Activist investor Elliott Investment Management has revealed that it has acquired a $1 billion stake in Phillips 66, according to a letter addressed to the refiner's board. The news has resulted in a 3.5% increase in Phillips 66 stock, which is currently trading at $122.09 in premarket trading. This year alone, the stock has experienced a 17% surge.
In the letter, Elliott Investment Management points out the reasons behind the stock's underperformance and suggests that with improvements, it has the potential to reach over $200, an impressive 75% increase from its current price. Phillips 66 has not yet responded to requests for comment regarding Elliott's investment or the letter.
Although initially regarded as "a well-run and high-performing company" after its spin-off from ConocoPhillips in 2012, Phillips 66 has fallen behind competitors Valero Energy and Marathon Petroleum over the past three years. This is mainly due to its underperformance in Refining and poor execution of cost-reduction efforts.
To rectify this situation, Elliott Investment Management advises Phillips 66 to appoint two new directors to the board who have experience in refining operations. The activist investor expresses hope that the existing management team, with additional support from an enhanced Board, can meet their performance targets and achieve significant stock-price outperformance.
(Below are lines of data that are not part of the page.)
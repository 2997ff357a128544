namespace GemIndex.Data.Tests.Workbook;

/// <summary>A clock for tests: starts at a fixed instant and moves one minute each time it is read.</summary>
public sealed class SteppingClock : TimeProvider
{
    private DateTimeOffset _now = new(2026, 3, 1, 9, 0, 0, TimeSpan.Zero);

    public override DateTimeOffset GetUtcNow()
    {
        DateTimeOffset t = _now;
        _now = _now.AddMinutes(1);
        return t;
    }
}
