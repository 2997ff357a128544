using GemIndex.Core.Catalogue;
using GemIndex.Core.Identification;
using GemIndex.Core.Optics.Indicatrix;

namespace GemIndex.Bench.Accuracy;

/// <summary>
/// The printed-table method, for comparison: keep the materials whose ranges contain every reading within a fixed
/// tolerance (index ±0.01, birefringence ±0.005, SG ±0.05; over the limit: lowest index above the limit − 0.01;
/// polariscope and thermal probe must match), then rank the survivors by how common they are.
/// </summary>
internal static class PrintedTableBaseline
{
    public static IReadOnlyList<Material> Rank(IReadOnlyList<Material> catalogue, BenchSheet sheet) =>
        [.. catalogue.Where(m => Keeps(m, sheet)).OrderBy(m => m.Frequency)];

    private static bool Keeps(Material m, BenchSheet s)
    {
        const double index = 0.01, bire = 0.005, sg = 0.05;
        var lowest = m.Indices.Lowest;
        var highest = m.Indices.Highest;
        if (s.Refractometer is { } r)
        {
            var readings = r.Steps;
            if (readings.Count > 0)
            {
                double low = readings.Min(x => x.Low), high = readings.Max(x => x.High ?? x.Low);
                if (!Near(low, lowest, index)) return false;
                if (!r.OverLimit && !Near(high, highest, index)) return false;
                double b = high - low;
                var range = m.Birefringence ?? new PropertyRange(0, m.OpticCharacter is OpticCharacter.Uniaxial or OpticCharacter.Biaxial ? 0.3 : 0);
                if (!r.OverLimit && !Near(b, range, bire)) return false;
            }
            else if (r.Spot is { } spot)
            {
                if (!Near(spot, new PropertyRange(lowest.Minimum, highest.Maximum), index)) return false;
            }
            else if (r.OverLimit && lowest.Maximum < r.LiquidLimit - index) return false;
        }
        if (s.SpecificGravity is { } g && !Near(g.Value, m.SpecificGravity, sg)) return false;
        if (s.Polariscope is { } p && m.Polariscope.Count > 0 && !m.Polariscope.Contains(p)) return false;
        if (s.ThermalProbe is { } t && t != m.ThermalProbe) return false;
        return true;
    }

    private static bool Near(double x, PropertyRange range, double tolerance) =>
        x >= range.Minimum - tolerance && x <= range.Maximum + tolerance;
}
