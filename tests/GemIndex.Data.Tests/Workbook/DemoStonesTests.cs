using GemIndex.Data.Batch;
using GemIndex.Data.Workbook;

namespace GemIndex.Data.Tests.Workbook;

public class DemoStonesTests
{
    [Fact]
    public void Every_demo_stone_reads_and_converts_to_a_bench_sheet()
    {
        IReadOnlyList<StoneSheet> stones = DemoStones.Parse(DemoStones.Source());
        Assert.True(stones.Count >= 5);
        Assert.All(stones, s => Assert.StartsWith("estate lot A /", s.Reference));
        Assert.All(stones, s => StoneReadingsConverter.ToBenchSheet(s.Readings));   // throws on any bad field
    }

    [Fact]
    public void The_demo_fills_a_workbook()
    {
        using var dir = new TempDirectory();
        using var wb = StoneWorkbook.Open(dir.File("demo.db"), new SteppingClock(), WorkbookOpening.CreateIfMissing);
        int added = DemoStones.AddTo(wb);
        Assert.Equal(added, wb.List().Count);
        Assert.Single(wb.List("play of colour"));
    }

    [Fact]
    public void A_malformed_demo_line_names_its_line_and_field()
    {
        var e = Assert.Throws<BatchInputException>(() => DemoStones.Parse("{\"reference\": \"x\", \"readings\": {\"id\": \"x\"}}\n{\"reference\": \"y\", \"readings\": {\"id\": \"y\", \"sg\": \"heavy\"}}"));
        Assert.StartsWith("line 2: sg", e.Message);
    }
}
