using GemIndex.Bench.Independent;
using GemIndex.Core.Catalogue;
using GemIndex.Core.Observations;
using GemIndex.Core.Optics.Indicatrix;

namespace GemIndex.Bench.Accuracy;

/// <summary>
/// The printed-table method, for comparison: a person with the catalogue's ranges as a printed table reads the bench
/// sheet and keeps the materials whose ranges contain every reading within a fixed tolerance (index ±0.01,
/// birefringence ±0.005, SG ±0.05; over the limit: lowest index above the limit − 0.01; polariscope and heat probe must
/// match), then ranks the survivors by how common they are. It reads the sheet as written (the simulator's
/// <see cref="BenchReadings"/>, the same values as the batch line), not through the engine's reader.
/// </summary>
internal static class PrintedTableBaseline
{
    private const double IndexTolerance = 0.01, BirefringenceTolerance = 0.005, GravityTolerance = 0.05;

    public static IReadOnlyList<Material> Rank(IReadOnlyList<Material> catalogue, BenchReadings sheet) =>
        [.. catalogue.Where(m => Keeps(m, sheet)).OrderBy(m => m.SpeciesFrequency).ThenBy(m => m.Frequency)];

    private static bool Keeps(Material m, BenchReadings s)
    {
        var lowest = m.Indices.Lowest;
        var highest = m.Indices.Highest;
        if (s.Steps.Count > 0)
        {
            double low = s.Steps.Min(x => x.Low), high = s.Steps.Max(x => x.High ?? x.Low);
            bool highHidden = s.Steps.Any(x => x.High is null) && highest.Maximum >= s.LiquidLimit - IndexTolerance;
            if (!Near(low, lowest, IndexTolerance)) return false;
            if (!highHidden && !Near(high, highest, IndexTolerance)) return false;
            var range = m.Birefringence ?? new PropertyRange(0, m.OpticCharacter is OpticCharacter.Uniaxial or OpticCharacter.Biaxial ? 0.3 : 0);
            if (!highHidden && !Near(high - low, range, BirefringenceTolerance)) return false;
        }
        else if (s.Spot is { } spot)
        {
            if (!Near(spot, new PropertyRange(lowest.Minimum, highest.Maximum), IndexTolerance)) return false;
        }
        else if (s.OverLimit && lowest.Maximum < s.LiquidLimit - IndexTolerance) return false;
        if (Gravity(s) is { } g && !Near(g, m.SpecificGravity, GravityTolerance)) return false;
        foreach (var h in s.HeavyLiquids)
        {
            if (h.Result == "floats" && m.SpecificGravity.Minimum > h.Density + GravityTolerance) return false;
            if (h.Result == "sinks" && m.SpecificGravity.Maximum < h.Density - GravityTolerance) return false;
        }
        if (Polariscope(s.Polariscope) is { } p && m.Polariscope.Count > 0 && !m.Polariscope.Contains(p)) return false;
        if (s.ThermalProbe is { } t && (t == "positive") != (m.ThermalProbe == ThermalProbeResult.Positive)) return false;
        return true;
    }

    /// <summary>The SG the sheet gives, worked out from the weights as a person would (water at 20 °C unless written).</summary>
    private static double? Gravity(BenchReadings s) =>
        s.SpecificGravity ?? (s.Weighing is { } w
            ? w.AirCarats / (w.AirCarats - w.WaterCarats) * WaterDensity.RelativeToFourDegrees(w.WaterCelsius ?? 20)
            : null);

    private static PolariscopeReaction? Polariscope(string? word) => word switch
    {
        "singly_refractive" => PolariscopeReaction.SinglyRefractive,
        "doubly_refractive" => PolariscopeReaction.DoublyRefractive,
        "aggregate" => PolariscopeReaction.Aggregate,
        "anomalous" => PolariscopeReaction.Anomalous,
        _ => null,
    };

    private static bool Near(double x, PropertyRange range, double tolerance) =>
        x >= range.Minimum - tolerance && x <= range.Maximum + tolerance;
}
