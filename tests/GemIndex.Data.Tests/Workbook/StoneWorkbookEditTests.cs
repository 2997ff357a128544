using GemIndex.Data.Batch;
using GemIndex.Data.Workbook;
using Microsoft.Data.Sqlite;

namespace GemIndex.Data.Tests.Workbook;

/// <summary>Per-field saving with the optimistic check, and what opening refuses or creates.</summary>
public class StoneWorkbookEditTests
{
    private static StoneSheet Spinel(string reference = "lot 9 / 4") => new()
    {
        Reference = reference, WeightCarats = 1.12, Shape = "cushion", Notes = "",
        Readings = new StoneReadings { Id = reference, Colour = "red", Sg = 3.60 },
    };

    [Fact]
    public void A_field_changed_in_another_window_is_kept_and_returned_as_a_conflict_with_both_values()
    {
        using var dir = new TempDirectory();
        string path = dir.File("wb.db");
        using var first = StoneWorkbook.Open(path, new SteppingClock(), WorkbookOpening.CreateIfMissing);
        using var second = StoneWorkbook.Open(path, new SteppingClock());
        StoneSheet readByFirst = first.Create(Spinel());
        StoneSheet readBySecond = second.Get(readByFirst.Id)!;

        Assert.True(second.Save(readBySecond, readBySecond with { Notes = "feather near culet" }).IsClean);
        StoneSaveResult clash = first.Save(readByFirst, readByFirst with { Notes = "needle inclusions", Shape = "oval" });

        FieldConflict conflict = Assert.Single(clash.Conflicts);
        Assert.Equal(new FieldConflict("notes", "", "feather near culet", "needle inclusions"), conflict);
        Assert.Equal(["shape"], clash.Saved);                       // the other field went through
        Assert.Equal("feather near culet", clash.Stored.Notes);     // the other window's edit was not reverted
        Assert.Equal("oval", clash.Stored.Shape);
    }

    [Fact]
    public void A_conflict_is_reported_again_until_the_user_settles_it()
    {
        using var dir = new TempDirectory();
        string path = dir.File("wb.db");
        using var first = StoneWorkbook.Open(path, new SteppingClock(), WorkbookOpening.CreateIfMissing);
        using var second = StoneWorkbook.Open(path, new SteppingClock());
        StoneSheet s = first.Create(Spinel());
        second.Save(s, s with { Shape = "oval" });
        StoneSheet mine = s with { Shape = "pear" };
        StoneSaveResult once = first.Save(s, mine);
        StoneSaveResult again = first.Save(once.NextLastRead, mine with { Notes = "typed on" });   // the next keystroke
        Assert.Equal("shape", Assert.Single(again.Conflicts).Field);
        Assert.Equal("oval", second.Get(s.Id)!.Shape);
        // "keep mine": save against what is stored now.
        StoneSaveResult kept = first.Save(again.Stored, mine with { Notes = "typed on" });
        Assert.True(kept.IsClean);
        Assert.Equal("pear", second.Get(s.Id)!.Shape);
    }

    [Fact]
    public void A_field_changed_only_elsewhere_is_never_written_back_by_a_later_save()
    {
        using var dir = new TempDirectory();
        string path = dir.File("wb.db");
        using var first = StoneWorkbook.Open(path, new SteppingClock(), WorkbookOpening.CreateIfMissing);
        using var second = StoneWorkbook.Open(path, new SteppingClock());
        StoneSheet s = first.Create(Spinel());
        second.Save(s, s with { Notes = "from the other window" });
        StoneSaveResult unrelated = first.Save(s, s with { Shape = "oval" });   // clean, and the window still shows empty notes
        Assert.Equal("from the other window", unrelated.Stored.Notes);
        Assert.Equal("", unrelated.NextLastRead.Notes);
        StoneSaveResult later = first.Save(unrelated.NextLastRead, s with { Shape = "oval", Notes = "mine" });
        Assert.Equal("notes", Assert.Single(later.Conflicts).Field);
        Assert.Equal("from the other window", first.Get(s.Id)!.Notes);
    }

    [Fact]
    public void Two_windows_editing_different_readings_of_one_stone_both_keep_their_edits()
    {
        using var dir = new TempDirectory();
        string path = dir.File("wb.db");
        using var first = StoneWorkbook.Open(path, new SteppingClock(), WorkbookOpening.CreateIfMissing);
        using var second = StoneWorkbook.Open(path, new SteppingClock());
        StoneSheet s = first.Create(Spinel());
        Assert.True(second.Save(s, s with { Readings = s.Readings with { Polariscope = "isotropic" } }).IsClean);
        Assert.True(first.Save(s, s with { Readings = s.Readings with { Sg = 3.61 } }).IsClean);
        StoneSheet stored = first.Get(s.Id)!;
        Assert.Equal("isotropic", stored.Readings.Polariscope);
        Assert.Equal(3.61, stored.Readings.Sg);
        Assert.Equal(["created", "readings.polariscope", "readings.sg"], first.History(s.Id).Select(e => e.Field));
        Assert.Equal(("3.6", "3.61"), (first.History(s.Id)[2].Before, first.History(s.Id)[2].After));
    }

    [Fact]
    public void A_stone_deleted_elsewhere_is_not_saved_and_says_so()
    {
        using var dir = new TempDirectory();
        using var wb = StoneWorkbook.Open(dir.File("wb.db"), new SteppingClock(), WorkbookOpening.CreateIfMissing);
        StoneSheet s = wb.Create(Spinel());
        wb.Delete(s.Id);
        var e = Assert.Throws<WorkbookException>(() => wb.Save(s, s with { Notes = "x" }));
        Assert.Contains("deleted elsewhere", e.Message);
    }

    [Fact]
    public void A_missing_path_is_not_created_unless_a_new_workbook_was_asked_for()
    {
        using var dir = new TempDirectory();
        string path = Path.Combine(dir.Path, "typo", "wb.db");
        var e = Assert.Throws<WorkbookMissingException>(() => StoneWorkbook.Open(path, new SteppingClock()));
        Assert.Contains("no workbook there", e.Message);
        Assert.False(Directory.Exists(Path.Combine(dir.Path, "typo")));
        using var created = StoneWorkbook.Open(path, new SteppingClock(), WorkbookOpening.CreateIfMissing);
        Assert.False(created.IsReadOnly);
        Assert.True(File.Exists(path));
    }

    [Fact]
    public void A_weight_stored_as_text_is_an_error_naming_the_stone_and_field_not_zero()
    {
        using var dir = new TempDirectory();
        string path = dir.File("wb.db");
        long id;
        using (var wb = StoneWorkbook.Open(path, new SteppingClock(), WorkbookOpening.CreateIfMissing)) id = wb.Create(Spinel()).Id;
        using (var raw = new SqliteConnection($"Data Source={path};Pooling=False"))
        {
            raw.Open();
            using var cmd = raw.CreateCommand();
            cmd.CommandText = "UPDATE stone SET weight_ct = 'two carats'";
            cmd.ExecuteNonQuery();
        }
        using var again = StoneWorkbook.Open(path, new SteppingClock());
        var e = Assert.Throws<WorkbookException>(() => again.Get(id));
        Assert.Contains("stone 'lot 9 / 4'", e.Message);
        Assert.Contains("weight_ct holds 'two carats', not a number", e.Message);
        Assert.Throws<WorkbookException>(() => again.List());
    }

    [Fact]
    public void A_read_only_workbook_reads_and_refuses_writes_in_words()
    {
        using var dir = new TempDirectory();
        string path = dir.File("wb.db");
        using (var wb = StoneWorkbook.Open(path, new SteppingClock(), WorkbookOpening.CreateIfMissing)) wb.Create(Spinel());
        using var reading = StoneWorkbook.Open(path, new SteppingClock(), WorkbookOpening.ReadOnly);
        Assert.True(reading.IsReadOnly);
        Assert.Single(reading.List());
        var e = Assert.Throws<WorkbookException>(() => reading.SetSetting("examiner", "A. N. Other"));
        Assert.Contains("open for reading only", e.Message);
    }

    [Theory]
    [InlineData(5, "another program is using the workbook")]
    [InlineData(8, "read-only")]
    [InlineData(11, "the workbook is damaged")]
    [InlineData(13, "the disk is full")]
    public void SQLite_result_codes_become_plain_words(int code, string words) =>
        Assert.Contains(words, SqliteProblem.Describe(new SqliteException("SQLite Error " + code, code)));
}
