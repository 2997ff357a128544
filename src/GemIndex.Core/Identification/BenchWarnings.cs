using System.Globalization;
using GemIndex.Core.Catalogue;
using GemIndex.Core.Observations;
using GemIndex.Core.Optics.Indicatrix;
using GemIndex.Core.Readings;

namespace GemIndex.Core.Identification;
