using System.Globalization;

namespace GemIndex.Bench.Accuracy;

/// <summary>
/// Origin within the species, counted apart for stones without magnification, with a look, and with a look that saw a
/// feature pointing at the stone's origin (docs/benchmark.md, "Scoring"); overall and by species, origin and method.
/// Only stones whose species the engine got right and whose species has more than one origin in the table count.
/// </summary>
internal sealed class OriginTallies
{
    private readonly Counts _without = new(), _with = new(), _diagnostic = new(), _withoutDiagnostic = new();
    private readonly SortedDictionary<(string Species, string Origin, string Method), (Counts Without, Counts With, Counts Diagnostic)> _byMethod = new();

    public void Add(string species, string origin, string method, bool looked, bool diagnostic, bool right, bool confident)
    {
        if (!_byMethod.TryGetValue((species, origin, method), out var row))
            _byMethod[(species, origin, method)] = row = (new Counts(), new Counts(), new Counts());
        (looked ? _with : _without).Add(right, confident);
        (looked ? row.With : row.Without).Add(right, confident);
        if (diagnostic)
        {
            _diagnostic.Add(right, confident);
            row.Diagnostic.Add(right, confident);
        }
        else if (looked) _withoutDiagnostic.Add(right, confident);
    }

    public void Report(TextWriter o)
    {
        o.WriteLine();
        o.WriteLine("Origin within the species (species right, more than one origin in the table):");
        o.WriteLine("| stones | count | origin top-1 | confident (≥ 80 %) wrong origin | an origin given at ≥ 80 % |");
        o.WriteLine("|---|---|---|---|---|");
        Line(o, "without magnification", _without);
        Line(o, "with magnification", _with);
        Line(o, "with magnification, a feature pointing at the origin seen", _diagnostic);
        Line(o, "with magnification, no such feature seen", _withoutDiagnostic);
        o.WriteLine($"origins given at ≥ 80 % on stones without any magnification observation: {P(_without.Confident, _without.Count)} " +
            $"(right {P(_without.Confident - _without.ConfidentWrong, _without.Count)}, wrong {P(_without.ConfidentWrong, _without.Count)} of those stones)");
        o.WriteLine();
        o.WriteLine("Origin by species, origin and method (without magnification | with it | with a feature pointing at the origin):");
        o.WriteLine("| species | origin | method | stones | top-1 | confident wrong | stones | top-1 | confident wrong | stones | top-1 | confident wrong |");
        o.WriteLine("|---|---|---|---|---|---|---|---|---|---|---|---|");
        foreach (var ((species, origin, method), (without, with, diagnostic)) in _byMethod)
            o.WriteLine($"| {species} | {origin} | {method} | {Cells(without)} | {Cells(with)} | {Cells(diagnostic)} |");
    }

    private static void Line(TextWriter o, string name, Counts c) =>
        o.WriteLine($"| {name} | {c.Count} | {P(c.Right, c.Count)} | {P(c.ConfidentWrong, c.Count)} | {P(c.Confident, c.Count)} |");

    private static string Cells(Counts c) => $"{c.Count} | {P(c.Right, c.Count)} | {P(c.ConfidentWrong, c.Count)}";

    private static string P(int k, int n) => n == 0 ? "–" : (100.0 * k / n).ToString("0.0", CultureInfo.InvariantCulture) + " %";

    /// <summary>Stones, right origins, confident calls and confident wrong calls.</summary>
    private sealed class Counts
    {
        public int Count, Right, Confident, ConfidentWrong;

        public void Add(bool right, bool confident)
        {
            Count++;
            Right += right ? 1 : 0;
            Confident += confident ? 1 : 0;
            ConfidentWrong += confident && !right ? 1 : 0;
        }
    }
}
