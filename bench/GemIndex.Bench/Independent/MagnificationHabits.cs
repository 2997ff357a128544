namespace GemIndex.Bench.Independent;
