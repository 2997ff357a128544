using System.Globalization;
using GemIndex.Data.Batch;
using Microsoft.Data.Sqlite;

namespace GemIndex.Data.Workbook;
However, if Phillips 66 fails to demonstrate significant progress towards its 2025 targets within the next year, Elliott Investment Management believes that the company should pursue its best available option by adopting a strategic pivot similar to Marathon's recent transformation. Elliott and other activists successfully drove Marathon's revamp, which involved the appointment of a new CEO and the divestment of a business segment.